Post-Installation Setup#

The monitoring application requires substantial manual configuration after installation.

Secrets And Tokens#

While the admin token can be supplied from an existing secret, it is necessary to run tokenmaker to generate the token that the tasks (which run as cronjobs) will require and the token that the telegraf and telegraf-ds scrapers will need in order to send their data to the monitoring database.

Set up the Environment#

  • Clone the rubin-influx-tools repository and change your current working directory to the clone location.

  • Create a new virtualenv to work in. Activate it.

  • Run make init to install rubin-influx-tools into that virtualenv.

  • Export the following environment variables:

    • INFLUXDB_ORG should be set to the influx organization, typically square

    • INFLUXDB_TOKEN should be set to the admin token value, which can be found in 1Password under the admin-token entry.

    • INFLUXDB_URL should be set to the URL for the InfluxDBv2 server (e.g. https://monitoring.lsst.cloud)

  • Run tokenmaker. You will need the two tokens created. If you are not using 1Password, save them somewhere safe. If you are:

    • In 1Password, find the set of secrets for the Phalanx environment you’re working on.

    • Open the monitoring secret.

    • Edit the influx-alert-token password’s value, and change it to the value of “Token for task/alert creation” that was displayed when you ran tokenmaker.

    • Edit the telegraf-token password’s value, and change it to the value of “Token for remote telegraf bucket writing” that was displayed when you ran tokenmaker.

    • Save the secret.

  • Audit the secrets: Audit secrets for an environment. This should show only influx-alert-token and telegraf-token with unexpected values in the monitoring app. If anything else is incorrect, fix that first before coming back here.

  • Sync the secrets: Sync secrets for an environment.

  • Delete the monitoring secret from the monitoring namespace in your Phalanx environment. It will be recreated with the new values. This step is not necessary, but you may have to wait up to 15 minutes for the secret to be updated.

This should suffice to get the “monitoring” application going.

Chronograf#

Now it is very important that you be the first person to visit the Chronograf endpoint and authenticate (it will use the local Gafaelfawr instance to do so).

Initial Chronograf Configuration#

It will be at the /chronograf path on the general Phalanx instance endpoint.

Log in with OIDC.

This will create your user and make you a super-admin.

You will see a screen with a Get Started button, which you should press.

To set up the connection to influxDBv2:

  • Switch the auth method to “InfluxDB v2 Auth” at the bottom left.

  • Set Connection URL to the InfluxDB endpoint (e.g. https://monitoring.lsst.cloud).

  • Set Organization to the InfluxDB org, usually square.

  • Paste the admin token into the Token field.

  • Set the default retention policy. 30d is typical, and if you don’t have a strong opinion, use it.

  • Press the “Add Connection” button.

Next, skip dashboard creation (Skip at the bottom center of the screen).

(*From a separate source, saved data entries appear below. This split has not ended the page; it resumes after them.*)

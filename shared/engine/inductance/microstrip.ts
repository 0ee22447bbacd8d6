import { C0_M_PER_S, MU0_H_PER_M } from '../constants';
import { EngineError } from '../errors';
import { positive } from './checks';

const INCH_M = 0.0254;
const WAVE_OHM = MU0_H_PER_M * C0_M_PER_S;

/**
 * Loop inductance of a thin trace over a wide plane, H/m: impedance of the line in air divided by c; the dielectric does not
 * matter to it. Width of the trace and height over the plane in metres.
 * With u = w/h: Z = (η₀/2π)·ln(f/u + √(1 + 4/u²)), f = 6 + (2π − 6)·exp(−(30.666/u)^0.7528).
 * Stated accuracy 0.01 % up to u = 1 and 0.03 % up to u = 1000; no thickness. Throws EngineError for sizes of zero or less.
 * Source: E. Hammerstad, O. Jensen, IEEE MTT-S Digest 1980, 407–409 (from memory, checked against another implementation).
 */
export function microstrip_HPerM(width_m: number, height_m: number): number {
  const u = positive('width_m', width_m) / positive('height_m', height_m);
  const f = 6 + (2 * Math.PI - 6) * Math.exp(-((30.666 / u) ** 0.7528));
  const impedance = (WAVE_OHM / (2 * Math.PI)) * Math.log(f / u + Math.sqrt(1 + 4 / (u * u)));
  return impedance / C0_M_PER_S;
}

/**
 * The same by the handbook form with the trace's thickness t, H/m: 5.071·ln(5.98h/(0.8w + t)) nH/in, metres. For narrow traces:
 * 4 % below Hammerstad and Jensen at w = h/2, 12 % at w = h with t = 0.14h. A check, not for use. Throws EngineError for sizes of zero or less and where the logarithm is not above zero.
 * Source: IPC-2141 surface microstrip, Z₀²·C₀ (from memory).
 */
export function microstripIpc_HPerM(width_m: number, height_m: number, thickness_m: number): number {
  const ratio =
    (5.98 * positive('height_m', height_m)) /
    (0.8 * positive('width_m', width_m) + positive('thickness_m', thickness_m));
  if (!(ratio > 1)) throw new EngineError('width_m', 'is too wide beside the height for this formula');
  return (5.071e-9 / INCH_M) * Math.log(ratio);
}

/**
 * The same as a mailing list remembered it, H/m: 5·ln(2πh/w) nH/in, metres: about 14 % below Hammerstad and Jensen at w = h. A check,
 * not for use. Throws EngineError for sizes of zero or less and from w = 2πh on. Source: SI-LIST, Nov. 1998.
 */
export function microstripQuick_HPerM(width_m: number, height_m: number): number {
  const ratio = (2 * Math.PI * positive('height_m', height_m)) / positive('width_m', width_m);
  if (!(ratio > 1)) throw new EngineError('width_m', 'is too wide beside the height for this formula');
  return (5e-9 / INCH_M) * Math.log(ratio);
}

Skip Kapacitor setup as well on the next screen. Press View All Connections.

Now you should be at the Chronograf main UI screen.

Chronograf User Policy#

By clicking the crown icon (Admin) on the left side of the screen, and then choosing Chronograf, and then the “All Users” tab, you can decide whether new users should be super-admins by default or not. Since there is no mapping from Gafaelfawr scope to Chronograf abilities, you almost certainly do not them to be, and you will have to give new users admin powers (if they should have them) when they first log in. After there are more admins, of course, someone else can empower new users as they come onboard.

Load dashboards#

Finally, load the Chronograf dashboards from lsst-sqre/rubin-influx-tools, using the Import Dashboard button in the upper left of the Dashboards screen, acessible through the Dashboard (bunch-of-rectangles) icon on the left side of the main screen.

For each dashboard, take the default options for “Sources in Dashboard”.

Monitoring Agents#

You will need to update the influx-token secret in any environment that is feeding your new monitoring server, so that the telegraf and telegraf-ds agents are able to talk to it. This is why it was convenient to save telegraf-token in the 1Password vault for the monitoring server’s environment, because you can trivially cut-and-paste it. Sync the secrets: Sync secrets for an environment and delete the telegraf and telegraf-ds secrets in their respective namespaces if you’re impatient. After the secrets are synced, restart the agents; for telegraf that’s the deployment, and for telegraf-ds it’s the daemonset.